The Department of Defense facility is for all branches of the armed forces, as well as other intelligence agencies. It will be where military and civilian specialists are trained, Custer said.

While human intelligence comprises more than 27 percent of the Army’s intelligence branch, “the best tactics, techniques and procedures for executing HUMINT (human intelligence) operations in today’s complex environment must be understood by all branches of the services and all agencies,” the general said.

For retired Army Col. Michael Pick, the defense department’s center of excellence has long been the goal of what he called “legends” in the intelligence community.

The audience laughed when he said many of the legends are probably considered dinosaurs, whose days have come and gone.

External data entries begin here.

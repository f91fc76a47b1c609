//! Highest, lowest, largest, peak to peak and steepest.

use pulsewright_circuit::Expr;
use pulsewright_circuit::phrase::Window;

use super::{Lack, Number, Reader, Sample, absent, said_time};
use crate::waveform::{Extremum, Interval, Wave};

impl Reader<'_> {
    /// `highest SIGNAL`: the supremum.
    pub(super) fn highest(&self, signal: &Expr, w: Option<&Window>) -> Sample {
        self.read_extreme(signal, w, |wave, i| Some(wave.highest(i)?.value))
    }

    /// `lowest SIGNAL`: the infimum.
    pub(super) fn lowest(&self, signal: &Expr, w: Option<&Window>) -> Sample {
        self.read_extreme(signal, w, |wave, i| Some(wave.lowest(i)?.value))
    }

    /// `largest SIGNAL`: the supremum of the absolute value.
    pub(super) fn largest(&self, signal: &Expr, w: Option<&Window>) -> Sample {
        self.read_extreme(signal, w, |wave, i| Some(wave.largest_in(i)?.value.abs()))
    }

    /// `peak to peak SIGNAL`: highest less lowest.
    pub(super) fn peak_to_peak(&self, signal: &Expr, w: Option<&Window>) -> Sample {
        self.read_extreme(signal, w, |wave, i| {
            Some(wave.highest(i)?.value - wave.lowest(i)?.value)
        })
    }

    fn read_extreme(
        &self,
        signal: &Expr,
        w: Option<&Window>,
        read: impl Fn(&Wave<'_>, &[Interval]) -> Option<f64>,
    ) -> Sample {
        let extent = self.filled(w)?;
        let signal = self.signal_in(signal, &extent)?;
        signal.without_impulse(&extent.intervals)?;
        match read(&signal.wave, &extent.intervals) {
            Some(value) => Ok(Number::new(value, signal.wave.largest())),
            None => absent(format!("{} has no value in its window", signal.text)),
        }
    }

    /// `steepest SIGNAL`: the supremum of the absolute rate of change.
    pub(super) fn steepest(
        &self,
        signal: &Expr,
        between_jumps: bool,
        w: Option<&Window>,
    ) -> Sample {
        let extent = self.filled(w)?;
        let signal = self.signal_in(signal, &extent)?;
        if !between_jumps {
            signal.without_impulse(&extent.intervals)?;
            if let Some(t) = signal.wave.first_jump(&extent.intervals) {
                return Err(Lack::Unbounded(format!(
                    "{} jumps at {}",
                    signal.text,
                    said_time(t)
                )));
            }
        }
        match signal.wave.steepest(&extent.intervals) {
            Some(Extremum { value, .. }) => Ok(Number::new(value, value)),
            None => absent(format!("{} has no value in its window", signal.text)),
        }
    }
}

But Pick said they are the ones who led the fight to bring together the complex world of intelligence to ensure the nation is secured.

The importance of the “human intelligence tradecraft” will be made better in the new facility, said Pick, who is the chief of the counterintelligence and HUMINT enterprise management office.

National and international intelligence knowledge training is being done at one location, he said.

One of the classes being taught at the Human Intelligence Training Joint Center of Excellence is the defense strategic debriefer course, which Pick notes had its start on Fort Huachuca 25 years ago in August.

“Tomorrow 72 students will begin (the class),” he said.

For the center’s director, Greg Rose, also a retired Army colonel whose last active-duty assignment was as the deputy commander of the Intelligence Center and the fort, the center provides the best information for decision-makers.

“HUMINT matters to field commanders and national leaders,” the center’s director said.

Once the new building is completed, those who graduate from the eight different courses will provide the best to the decision-makers, Rose said.

Besides the defense strategic debriefer source, the center also teaches advanced source operations, source operations, joint interrogation certification, joint analyst-interrogator collaboration, joint source validation, joint senior interrogator and joint HUMINT officer courses, all part of the center’s “Three Pillars of Discipline” — source operations, debriefings and interrogations.